Puccini wrote the role of Liù with her in mind. In fact, she and Puccini were lovers. I found for sale online an autograph letter from Puccini to Ader, which the seller translates thus:

"Mia cara Rose, it hurts me to hurt you! But I must do it for your own good - it doesn't matter if I suffer - you have a future and with me you have no luck. I can do nothing or little for you... Frankly it would be better to finish it - to remain friends and send news of one another once in a while. You know that I want only good things for you and desire all the good fortune in the world for you. You are used to a life that's bright - beautiful - and staying with me, what life would you lead? Think about it seriously - it gives me much pain to think you are not happy. I received your two letters [what I wouldn't give to know what she wrote there!] and I did not want to write you right away - I am working and feeling well enough - My poets have not given me the third act [of Turandot]! Liù weeps and in writing the music I think of you, my poor and sweet and good Rose! Affectionately, your Giacomo."

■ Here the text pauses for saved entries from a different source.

/// The conditions of `run_until` (all optional; limits in SI).
#[derive(Debug, Clone, Default)]
pub(crate) struct Conditions {
    speed_above: Option<f64>,
    speed_below: Option<f64>,
    lat_accel_above: Option<f64>,
    yaw_rate_above: Option<f64>,
    sideslip_above: Option<f64>,
    time_above: Option<f64>,
    steady: Option<String>,
    steady_window: f64,
    steady_tolerance: f64,
    max_time: f64,
    fail_on_timeout: bool,
}

/// Keys accepted by `run_until`.
const CONDITION_KEYS: [&str; 11] = [
    "speed_above",
    "speed_below",
    "lat_accel_above",
    "yaw_rate_above",
    "sideslip_above",
    "time_above",
    "steady",
    "steady_window",
    "steady_tolerance",
    "max_time",
    "fail_on_timeout",
];

impl Conditions {
    /// Reads a `run_until` map.
    pub(crate) fn from_map(map: &Map) -> Result<Self, Box<EvalAltResult>> {
        let mut c = Conditions {
            steady_window: 1.0,
            steady_tolerance: 0.01,
            max_time: DEFAULT_MAX_PHASE_S,
            ..Default::default()
        };
        for (key, value) in map {
            let num = || -> Result<f64, Box<EvalAltResult>> {
                super::api::as_number(value)
                    .ok_or_else(|| script_error(format!("run_until: `{key}` must be a number")))
            };
            match key.as_str() {
                "speed_above" => c.speed_above = Some(num()?),
                "speed_below" => c.speed_below = Some(num()?),
                "lat_accel_above" => c.lat_accel_above = Some(num()?),
                "yaw_rate_above" => c.yaw_rate_above = Some(num()?),
                "sideslip_above" => c.sideslip_above = Some(num()?),
                "time_above" => c.time_above = Some(num()?),
                "steady_window" => c.steady_window = num()?,
                "steady_tolerance" => c.steady_tolerance = num()?,
                "max_time" => c.max_time = num()?,
                "fail_on_timeout" => {
                    c.fail_on_timeout = value.as_bool().map_err(|_| {
                        script_error("run_until: `fail_on_timeout` must be true or false")
                    })?
                }
                "steady" => {
                    let name = value
                        .clone()
                        .into_string()
                        .map_err(|_| script_error("run_until: `steady` must be a quantity name"))?;
                    if TickState::default().quantity(&name).is_none() {
                        return Err(script_error(format!(
                            "run_until: steady: unknown quantity `{name}` (one of {STEADY_NAMES})"
                        )));
                    }
                    c.steady = Some(name);
                }
                other => {
                    return Err(script_error(format!(
                        "run_until: unknown condition `{other}`{}; conditions are {}",
                        suggest(other, &CONDITION_KEYS),
                        CONDITION_KEYS.join(", ")
                    )));
                }
            }
        }
        if !(c.max_time.is_finite() && c.max_time > 0.0) {
            return Err(script_error(
                "run_until: `max_time` must be a positive number",
            ));
        }
        if !(c.steady_window > 0.0 && c.steady_tolerance > 0.0) {
            return Err(script_error(
                "run_until: `steady_window` and `steady_tolerance` must be positive",
            ));
        }
        Ok(c)
    }

    /// The first condition met, by name.
    fn met(
        &self,
        s: &TickState,
        history: &VecDeque<(f64, f64)>,
        phase_t: f64,
    ) -> Option<&'static str> {
        let above = |v: f64, lim: Option<f64>| lim.is_some_and(|l| v >= l);
        if above(s.speed, self.speed_above) {
            return Some("speed_above");
        }
        if self.speed_below.is_some_and(|l| s.speed <= l) {
            return Some("speed_below");
        }
        if above(s.ay.abs(), self.lat_accel_above) {
            return Some("lat_accel_above");
        }
        if above(s.yaw_rate.abs(), self.yaw_rate_above) {
            return Some("yaw_rate_above");
        }
        if above(s.sideslip.abs(), self.sideslip_above) {
            return Some("sideslip_above");
        }
        if above(s.time, self.time_above) {
            return Some("time_above");
        }
        if self.steady.is_some() && phase_t >= self.steady_window - 1e-9 {
            let (lo, hi, sum) = history.iter().fold(
                (f64::INFINITY, f64::NEG_INFINITY, 0.0),
                |(lo, hi, sum), &(_, v)| (lo.min(v), hi.max(v), sum + v),
            );
            let mean = sum / history.len().max(1) as f64;
            // Relative band around the mean, with a floor of 1e-3 in the quantity's unit.
            let band = (self.steady_tolerance * mean.abs()).max(1e-3);
            if !history.is_empty() && hi - lo <= band {
                return Some("steady");
            }
        }
        None
    }
}

/// " (did you mean `x`?)" for the closest of `names`, or "".
pub(crate) fn suggest(word: &str, names: &[&str]) -> String {
    names
        .iter()
        .map(|n| (strsim::jaro_winkler(word, n), n))
        .filter(|(score, _)| *score > 0.75)
        .max_by(|a, b| a.0.total_cmp(&b.0))
        .map(|(_, n)| format!(" (did you mean `{n}`?)"))
        .unwrap_or_default()
}

/// Why the script was stopped before its end (not bad input).
#[derive(Debug, Clone)]
pub(crate) enum Stop {
    /// The integration failed; the simulation remembers why.
    SimFailed,
    /// A `run_until` with `fail_on_timeout` ran out of time.
    Timeout { message: String, time: f64 },
}

/// Everything one script run holds.
pub(crate) struct Session {
    script_path: PathBuf,
    script_dir: PathBuf,
    script_text: String,
    /// Vehicle file given by the caller (wins over the script's).
    caller_vehicle: Option<PathBuf>,
    caller_overrides: Vec<Override>,
    /// Vehicle file chosen by the script, resolved against its directory.
    script_vehicle: Option<PathBuf>,
    pub script_overrides: Vec<Override>,
    pub sample_rate: f64,
    pub tick_rate: f64,
    pub solver: SolverSettings,
    pub start_speed: f64,
    plant: Option<Plant>,
    vehicle_path: PathBuf,
    pub open: OpenLoop,
    pub speed_hold: Option<(SpeedController, Signal)>,
    /// Largest |cross-track error| of the path follower since the last reset, m.
    pub max_cross_track_error: f64,
    pub follower: Option<PathFollower>,
    pub controller: Option<FnPtr>,
    /// Outputs of the drivers and of the controller at the last tick.
    driver_out: Held,
    controller_out: Held,
    /// Index of the next controller tick.
    tick: u64,
    last_state: TickState,
    pub phases: Vec<(String, f64)>,
    pub remembered: Vec<(String, f64)>,
    /// Manoeuvre parameters given by the caller (`manoeuvre.<name>=value`).
    pub manoeuvre_params: Vec<(String, toml::Value)>,
    /// Parameters the script read with `param`, with the value it got.
    pub params_read: Vec<(String, f64)>,
    pub metrics: Vec<Metric>,
    pub criteria: Vec<Criterion>,
    pub stop: Option<Stop>,
    progress: Option<mpsc::Sender<(f64, f64)>>,
}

As the seller of this autograph points out, Ader may very well have inspired Puccini as he composed the music to what was purportedly his favorite heroine (the masochistic ends to which she subjects herself tells us much about Puccini's treatment of women in general), Ader was denied the opportunity to create the role of Liù, a distinction which went to Maria Zamboni instead. If one knows Zamboni's recording of "Signore, ascolta" then one knows what an idiosyncratic , histrionic and rather unlovely Liù she made.

More later on other exquisite Liùs. But for now, enjoy the voice of this woman whom, in spite of her artistry and voice, is remembered today only as the most cursory footnote in music history.

Clearly she deserves better than that!